Swiss botanist (1828–1896)

Johann Müller (9 May 1828 – 28 January 1896) was a Swiss botanist who was a specialist in lichens. He published under the name Johannes Müller Argoviensis to distinguish himself from other naturalists with similar names.

== Biography ==
Müller was born into a farming family on 9 May 1828 in Teufenthal, Switzerland. He received his education at the Reinach gymnasium and then entered the Aargau industrial school, where he was passionate about botany and mathematics. Encouraged by Hans Schinz he built a herbarium of the flora of Aargau. In 1850 and 1851 he studied in Geneva and came into contact with prominent botanists Edmond Boissier and Alphonse Pyrame de Candolle (who offered him the vacant post of curator at his herbarium).

In the spring of 1851 he collected in southern France with Jean Étienne Duby. The herbarium specimens from this trip were later sent to several herbaria in Europe. The following year, Müller travelled with Boissier to collect plants in the Alps of Savoy, the valley of Aoste, and Piedmont.

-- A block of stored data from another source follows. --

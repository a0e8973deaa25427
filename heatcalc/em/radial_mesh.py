"""One-dimensional meshes for the radial field solver, graded towards the heated surface.

A mesh runs from the inner end (cylinder axis, tube bore wall, or plate mid-plane) to the heated
outer surface, which is always the last node. Elements lie between nodes; material properties
are given per element. Element sizes grow geometrically away from the surface so that the
surface element is a chosen fraction of the skin depth while the node count stays fixed.
"""

from __future__ import annotations

from dataclasses import dataclass

import numpy as np
from scipy.optimize import brentq

from heatcalc import _checks as v

__all__ = ["GEOMETRIES", "RadialMesh", "mesh_from_nodes", "radial_mesh"]

#: Geometries understood by :func:`radial_mesh` and the solver.
GEOMETRIES = ("cylinder", "tube", "slab")


@dataclass(frozen=True, eq=False)
class RadialMesh:
    """Nodes of a radial mesh and the geometric factors of its linear elements.

    Attributes
    ----------
    geometry : str
        ``"cylinder"``, ``"tube"`` or ``"slab"``.
    nodes : ndarray [m]
        Node positions, increasing; ``nodes[-1]`` is the heated surface. For ``"cylinder"``
        ``nodes[0] = 0`` (axis); for ``"tube"`` ``nodes[0]`` is the bore radius; for ``"slab"``
        the coordinate is the distance from the mid-plane and ``nodes[-1]`` is half the
        thickness.
    weight_mean : ndarray [m] or [-]
        Per element, the mean of the geometric weight ``w`` of element integrals
        ``integral(f w dr)``: ``w = r`` [m] for cylinder and tube, ``w = 1`` [-] for the plate.
    mass_left, mass_right, mass_cross : ndarray [m2] or [m]
        Per element, ``integral(N_i N_j w dr)`` for the linear shape functions (left-left,
        right-right, left-right).
    volume_per_area : ndarray [m]
        Per element, element volume per unit heated surface area, ``integral(w dr)/w(surface)``.
    """

    geometry: str
    nodes: np.ndarray
    weight_mean: np.ndarray
    mass_left: np.ndarray
    mass_right: np.ndarray
    mass_cross: np.ndarray
    volume_per_area: np.ndarray

    @property
    def outer(self) -> float:
        """Position of the heated surface [m]."""
        return float(self.nodes[-1])

    @property
    def inner(self) -> float:
        """Position of the first node [m] (0 for cylinder and plate)."""
        return float(self.nodes[0])

    @property
    def n_elements(self) -> int:
        """Number of elements (one fewer than nodes)."""
        return self.nodes.size - 1

    @property
    def widths(self) -> np.ndarray:
        """Element widths [m]."""
        return np.diff(self.nodes)

    @property
    def centres(self) -> np.ndarray:
        """Element mid-points [m]."""
        return 0.5 * (self.nodes[1:] + self.nodes[:-1])

    @property
    def surface_weight(self) -> float:
        """Geometric weight at the heated surface (the radius [m], or 1 for the plate)."""
        return self.outer if self.geometry != "slab" else 1.0


def _freeze(arr: np.ndarray) -> np.ndarray:
    arr = np.ascontiguousarray(arr, dtype=float)
    arr.setflags(write=False)
    return arr


def mesh_from_nodes(geometry: str, nodes) -> RadialMesh:
    """Build a :class:`RadialMesh` from given node positions (increasing, surface last).

    Parameters
    ----------
    geometry : str
        One of :data:`GEOMETRIES`.
    nodes : array [m]
        At least 3 strictly increasing positions; ``nodes[0]`` must be 0 for the cylinder and
        plate and > 0 for the tube.

    Returns
    -------
    RadialMesh

    Raises
    ------
    ValueError
        For an unknown geometry or unsuitable nodes.
    """
    if geometry not in GEOMETRIES:
        raise ValueError(f"geometry must be one of {GEOMETRIES}; got {geometry!r}")
    x = v.real_array("nodes", nodes, "m")
    if x.ndim != 1 or x.size < 3:
        raise ValueError(f"nodes must be a 1-d array of at least 3 positions; got shape {x.shape}")
    if np.any(np.diff(x) <= 0.0):
        raise ValueError("nodes must be strictly increasing")
    if geometry == "tube":
        if x[0] <= 0.0:
            raise ValueError(f"nodes[0] (bore radius) must be > 0 for a tube; got {x[0]!r}")
    elif x[0] != 0.0:
        raise ValueError(f"nodes[0] must be 0 for a {geometry}; got {x[0]!r}")
    left, right = x[:-1], x[1:]
    h = right - left
    if geometry == "slab":
        weight_mean = np.ones_like(h)
        mass_left = h / 3.0
        mass_right = h / 3.0
        mass_cross = h / 6.0
        surface = 1.0
    else:
        weight_mean = 0.5 * (left + right)
        mass_left = h * (3.0 * left + right) / 12.0
        mass_right = h * (left + 3.0 * right) / 12.0
        mass_cross = h * (left + right) / 12.0
        surface = x[-1]
    return RadialMesh(
        geometry=geometry,
        nodes=_freeze(x),
        weight_mean=_freeze(weight_mean),
        mass_left=_freeze(mass_left),
        mass_right=_freeze(mass_right),
        mass_cross=_freeze(mass_cross),
        volume_per_area=_freeze(weight_mean * h / surface),
    )


def _growth_ratio(first: float, length: float, n_elements: int) -> float:
    """Ratio q > 1 with ``first (q**n - 1)/(q - 1) = length`` (geometric element sizes)."""

    def excess(log_q: float) -> float:
        q = np.exp(log_q)
        return first * np.expm1(n_elements * log_q) / (q - 1.0) - length

    high = 1.0
    while excess(high) < 0.0:  # pragma: no cover - only for absurdly small first elements
        high *= 2.0
    return float(np.exp(brentq(excess, 1e-12, high, xtol=1e-14, rtol=1e-14)))


def radial_mesh(
    geometry, outer, inner=None, n=200, skin_depth=None, surface_fraction=0.04, max_growth=1.15
):
    """Mesh from the inner end to the heated surface, graded towards the surface.

    Parameters
    ----------
    geometry : {"cylinder", "tube", "slab"}
        Solid cylinder (mesh from the axis), tube (from the bore wall) or plate (from the
        mid-plane; symmetric fields on both faces).
    outer : float [m]
        Outer radius, or half the thickness for ``"slab"``; > 0.
    inner : float [m], optional
        Bore radius, required for ``"tube"`` (``0 < inner < outer``), not allowed otherwise.
    n : int
        Number of nodes, >= 3 (elements: ``n - 1``).
    skin_depth : float [m], optional
        Skin depth used for grading (> 0). If omitted the mesh is uniform.
    surface_fraction : float [-]
        Wanted width of the surface element as a fraction of ``skin_depth``, > 0.
    max_growth : float [-]
        Largest ratio of neighbouring element widths, > 1.

    Returns
    -------
    RadialMesh

    Raises
    ------
    ValueError
        For an invalid argument.

    Notes
    -----
    The surface element is ``surface_fraction * skin_depth`` and widths grow geometrically
    inwards, ``h_k = h_0 q**k``, with ``q`` chosen so the elements fill the depth exactly. If
    that needs ``q > max_growth`` the surface element is enlarged instead; if a uniform mesh is
    already finer than wanted, the mesh is uniform. Linear elements converge at second order,
    with power errors of roughly ``(h/delta)**2 / 12`` near the surface.

    Examples
    --------
    >>> mesh = radial_mesh("cylinder", 0.05, n=200, skin_depth=1e-3)
    >>> mesh.nodes.size, round(float(mesh.widths[-1]) / 1e-3, 3)
    (200, 0.04)
    """
    if geometry not in GEOMETRIES:
        raise ValueError(f"geometry must be one of {GEOMETRIES}; got {geometry!r}")
    outer_value = float(v.positive("outer", outer, "m"))
    if geometry == "tube":
        if inner is None:
            raise ValueError("inner must be given for a tube (bore radius) [m]; got None")
        inner_value = float(v.positive("inner", inner, "m"))
        v.less_than("inner", np.asarray(inner_value), "outer", np.asarray(outer_value))
    else:
        if inner is not None:
            raise ValueError(f"inner must be None for a {geometry}; got {inner!r}")
        inner_value = 0.0
    if isinstance(n, bool) or not isinstance(n, (int, np.integer)) or n < 3:
        raise ValueError(f"n must be an integer >= 3 (number of nodes); got {n!r}")
    fraction = float(v.positive("surface_fraction", surface_fraction, "-"))
    growth = float(v.real_array("max_growth", max_growth, "-"))
    if not growth > 1.0:
        raise ValueError(f"max_growth must be > 1 [-]; got {max_growth!r}")
    length = outer_value - inner_value
    n_el = int(n) - 1
    uniform = length / n_el
    if skin_depth is None:
        widths = np.full(n_el, uniform)
    else:
        delta = float(v.positive("skin_depth", skin_depth, "m"))
        first = fraction * delta
        if first >= uniform:
            widths = np.full(n_el, uniform)
        else:
            q = _growth_ratio(first, length, n_el)
            if q > growth:
                q = growth
                first = length * (q - 1.0) / np.expm1(n_el * np.log(q))
            widths = first * q ** np.arange(n_el)
    depth = np.concatenate(([0.0], np.cumsum(widths)))
    depth *= length / depth[-1]  # remove rounding in the sum so the last node is exact
    nodes = outer_value - depth[::-1]
    nodes[0] = inner_value
    nodes[-1] = outer_value
    return mesh_from_nodes(geometry, nodes)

The Swiss Society of Natural Sciences published his first work in 1857, Monographie de la famille des Résédacées, for which he received the Candolle prize and earned a Doctorate of Philosophy from the University of Zurich. He then published works on Euphorbiaceae, Characeae, Apocynaceae, mosses and fungi. His annotated catalog of lichens, published in 1862, was considered a standard work in its day. In 1867 he issued the last delivery of the exsiccata series Die Flechten Europas in getrockneten mikroskopisch untersuchten Exemplaren mit Beschreibung und Abbildung ihrer Sporen. Later on he distributed two other series: Graphideae Cubenses a cl. C. Wright lectae et a cl. W. Nylander determinatae and Verr. Cub..

He was appointed instructor in Geneva in 1868, in charge of teaching medical and pharmaceutical botany at the Geneva Academy from 1871. He held the chair in 1876 and retired in 1889 for health reasons. Afterwards he served as curator of the Delessert herbarium and director of the Geneva Botanical Garden until his death on 28 January 1896.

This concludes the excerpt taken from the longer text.